*Required work:* The lines from the top of the data down to the line with "const LATEST_MS = 8.64e15;" should be repeated exactly, both ends included.
====== Source material
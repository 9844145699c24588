/**
 * Takes one reading out of an MQTT payload as the site file says: a bare number, or a value inside JSON or MessagePack.
 * Data of the plant's own equipment: whatever is in it, the result is a finite number or a refusal with a reason.
 */
import { decode } from './codec.ts';
import { ProtocolError } from './errors.ts';
import { parseInstant } from './instant.ts';
import { showValue } from './issue.ts';
import { MAX_PAYLOAD_BYTES } from './limits.ts';
import { resolvePointer } from './pointer.ts';
import type { PayloadReading } from './site.ts';

/** A reading as the payload gives it. */
export interface Reading {
  readonly value: number;
  /** Ms since 1970 UTC; null when the mapping names no time, so that arrival counts. */
  readonly timeMs: number | null;
}

/** Why a payload was refused, for counting; in `details.reason`. */
export type PayloadReason = 'size' | 'empty' | 'syntax' | 'absent' | 'value' | 'time';

const refuse = (reason: PayloadReason, what: string, cause?: unknown): never => {
  throw new ProtocolError('payload', `payload: ${what}`, { details: { reason }, cause });
};

const DECIMAL = /^[+-]?(?:\d+\.?\d*|\.\d+)(?:[eE][+-]?\d+)?$/;
const LATEST_MS = 8.64e15;

const textOf = (payload: Uint8Array): string => {
  try {
    return new TextDecoder('utf-8', { fatal: true }).decode(payload);
  } catch (cause) {
    return refuse('syntax', 'expected text in UTF-8, got malformed bytes', cause);
  }
};

const numberFromText = (text: string, where: string): number => {
  const trimmed = text.trim();
  const value = DECIMAL.test(trimmed) ? Number(trimmed) : Number.NaN;
  if (Number.isFinite(value)) return value;
  const hint = /^[+-]?\d+,\d+$/.test(trimmed) ? '; write the decimal point as "."' : '';
  return refuse('value', `${where}expected a number, got ${showValue(trimmed)}${hint}`);
};

/** Numbers, true and false as 1 and 0 (common practice for switches), and decimal text. */
const numberFrom = (value: unknown, where: string): number => {
  if (typeof value === 'number' && Number.isFinite(value)) return value;
  if (typeof value === 'boolean') return value ? 1 : 0;
  if (typeof value === 'string') return numberFromText(value, where);
  if (value === undefined) return refuse('absent', `${where}expected a number, got nothing there`);
  return refuse('value', `${where}expected a number, got ${showValue(value)}`);
};

const timeFrom = (value: unknown, where: string): number => {
  const timeMs = typeof value === 'string' ? parseInstant(value) : value;
  if (typeof timeMs === 'number' && Math.abs(timeMs) <= LATEST_MS) return timeMs;
  const wanted = 'an ISO 8601 time with zone, or ms since 1970';
  return refuse('time', `${where}expected ${wanted}, got ${value === undefined ? 'nothing there' : showValue(value)}`);
};

const documentOf = (kind: 'json' | 'msgpack', payload: Uint8Array): unknown => {
  if (kind === 'json') {
    const text = textOf(payload);
    try {
      return JSON.parse(text);
    } catch (cause) {
      return refuse('syntax', `expected JSON text, got ${showValue(text)}`, cause);
    }
  }
  try {
    return decode(payload, { maxBytes: MAX_PAYLOAD_BYTES, maxDepth: 32 }, 'any');
  } catch (cause) {
    return refuse('syntax', `expected plain MessagePack; ${(cause as Error).message}`, cause);
  }
};

/**
 * Reads one value, and its time where the mapping names one.
 *
 * units   the value as it stands in the payload; timeMs ms since 1970 UTC, whole or not
 * throws  ProtocolError 'payload' with expected and got, and `details.reason` (PayloadReason) for counting
 * note    true and false count as 1 and 0, decimal text as its number; null, NaN and infinities are refused
 */
export const readPayload = (how: PayloadReading, payload: Uint8Array): Reading => {
  if (payload.length > MAX_PAYLOAD_BYTES) {
    refuse('size', `expected at most ${MAX_PAYLOAD_BYTES} bytes, got ${payload.length}`);
  }
  if (payload.length === 0) refuse('empty', 'expected a reading, got no bytes');
  if (how.kind === 'number') return { value: numberFromText(textOf(payload), ''), timeMs: null };
  const document = documentOf(how.kind, payload);
  const value = numberFrom(resolvePointer(document, how.value), `at "${how.value}": `);
  if (how.time === null) return { value, timeMs: null };
  return { value, timeMs: timeFrom(resolvePointer(document, how.time), `at "${how.time}": `) };
};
============
*Solution below:*
repository 9844145699c24588
/**
 * Takes one reading out of an MQTT payload as the site file says: a bare number, or a value inside JSON or MessagePack.
 * Data of the plant's own equipment: whatever is in it, the result is a finite number or a refusal with a reason.
 */
import { decode } from './codec.ts';
import { ProtocolError } from './errors.ts';
import { parseInstant } from './instant.ts';
import { showValue } from './issue.ts';
import { MAX_PAYLOAD_BYTES } from './limits.ts';
import { resolvePointer } from './pointer.ts';
import type { PayloadReading } from './site.ts';

/** A reading as the payload gives it. */
export interface Reading {
  readonly value: number;
  /** Ms since 1970 UTC; null when the mapping names no time, so that arrival counts. */
  readonly timeMs: number | null;
}

/** Why a payload was refused, for counting; in `details.reason`. */
export type PayloadReason = 'size' | 'empty' | 'syntax' | 'absent' | 'value' | 'time';

const refuse = (reason: PayloadReason, what: string, cause?: unknown): never => {
  throw new ProtocolError('payload', `payload: ${what}`, { details: { reason }, cause });
};

const DECIMAL = /^[+-]?(?:\d+\.?\d*|\.\d+)(?:[eE][+-]?\d+)?$/;
const LATEST_MS = 8.64e15;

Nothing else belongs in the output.